该申请已获得2024年9月26日的处方药使用费法案（PDUFA）。。

“We are pleased the NDA for KarXT has been accepted, and we look forward to working with the FDA during the review process,” said Bill Meury, president and chief executive officer of Karuna Therapeutics. “There is a significant need for new treatment options for serious mental illness. If approved, KarXT could be one of the more important new product introductions in neuropsychiatry by providing a novel pharmacological approach for the treatment of schizophrenia.”.

Karuna Therapeutics总裁兼首席执行官Bill Meury说：“我们很高兴KarXT的NDA已被接受，我们期待在审核过程中与FDA合作。“严重精神疾病的新治疗方案迫切需要，如果获得批准，KarXT可能是神经精神病学中更重要的新产品推出之一，为精神分裂症的治疗提供了一种新的药理学方法。”。

“Schizophrenia’s disabling symptoms pose significant challenges to navigating crucial aspects of life, including developing relationships, maintaining employment, and securing safe housing,” said Gordon Lavigne, M.Ed., chief executive officer, Schizophrenia & Psychosis Action Alliance. “Diagnosis marks the beginning of an often long and tiresome search for effective and tolerable treatment options.

精神分裂症和精神病行动联盟首席执行官Gordon Lavigne博士说：“精神分裂症的致残症状对导航生活的关键方面构成重大挑战，包括发展关系，维持就业和确保安全住房。“诊断标志着寻找有效和可耐受的治疗方案的开始，往往是漫长而乏味的。

The nature and magnitude of side effects often play a pivotal role in whether someone continues treatment, which is often crucial to minimize the risk of relapse and realize the life-altering benefits of long-term treatment. Potential approval of a pharmacologically distinct treatment option would be a welcome innovation for people living with schizophrenia.”.
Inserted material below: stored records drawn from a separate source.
import { z } from 'zod';
import { draftContentSchema } from '../../../shared/schemas';
import type { Transaction } from '../../db/database';

const draftRow = z.object({ protocol_id: z.string(), content: z.string(), revision: z.number() });

/**
 * Held angles and present dials belong to the plates they were read from. When other plates stand in a bench's beam, or the
 * same in another order, every draft for it forgets them and gets older, so that a page with the old ones meets a conflict.
 */
export async function unholdDrafts(
  transaction: Transaction,
  { labId, benchId }: { readonly labId: string; readonly benchId: string },
): Promise<void> {
  const drafts = z
    .array(draftRow)
    .parse(
      await transaction('drafts')
        .where({ lab_id: labId, bench_id: benchId })
        .orderBy('protocol_id')
        .forUpdate()
        .select('protocol_id', 'content', 'revision'),
    );
  for (const { protocol_id, content, revision } of drafts) {
    const draft = draftContentSchema.parse(JSON.parse(content));
    const holds =
      draft.presentDialsDeg !== null || draft.targets.some(({ heldFastAxesDeg }) => heldFastAxesDeg !== null);
    if (!holds) continue;
    const targets = draft.targets.map((target) => ({ ...target, heldFastAxesDeg: null }));
    await transaction('drafts')
      .where({ lab_id: labId, protocol_id })
      .update({
        content: JSON.stringify({ ...draft, presentDialsDeg: null, targets }),
        revision: revision + 1,
      });
  }
}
副作用的性质和程度通常在某人是否继续治疗中起关键作用，这对于最小化复发风险和实现长期治疗的改变生命的益处通常是至关重要的。对于精神分裂症患者来说，潜在批准药理学上独特的治疗方案将是一项受欢迎的创新。”。

The NDA submission is supported by efficacy and long-term safety data from the EMERGENT program, the clinical program evaluating KarXT as a treatment for schizophrenia. The EMERGENT program includes the three completed positive EMERGENT-1, EMERGENT-2, and EMERGENT-3 trials evaluating the efficacy and safety of KarXT compared to placebo, and the EMERGENT-4 and EMERGENT-5 trials evaluating the long-term safety of KarXT..

NDA的提交得到了来自EMERGENT计划的有效性和长期安全性数据的支持，该计划是评估KarXT治疗精神分裂症的临床计划。紧急计划包括评估KarXT与安慰剂相比疗效和安全性的三项完成的积极紧急-1，紧急-2和紧急-3试验，以及评估长期安全性的紧急-4和紧急-5试验。KarXT。。

In all three placebo-controlled trials, KarXT met its primary endpoint, demonstrating statistically significant and clinically meaningful improvements in symptoms of schizophrenia compared to placebo as measured by Positive and Negative Syndrome Scale (PANSS) total score. KarXT was found to be generally well tolerated, with the most common adverse events being cholinergic in nature and mild to moderate in severity.

在所有三项安慰剂对照试验中，KarXT均达到其主要终点，通过阳性和阴性症状量表（PANSS）总分测量，与安慰剂相比，精神分裂症症状有统计学意义和临床意义的改善。发现KarXT通常具有良好的耐受性，最常见的不良事件是胆碱能，严重程度为轻度至中度。

Notably, KarXT was not associated with common side effects of currently available antipsychotics, including weight gain, somnolence, and movement disorders..

值得注意的是，KarXT与目前可用的抗精神病药物的常见副作用无关，包括体重增加，嗜睡和运动障碍。。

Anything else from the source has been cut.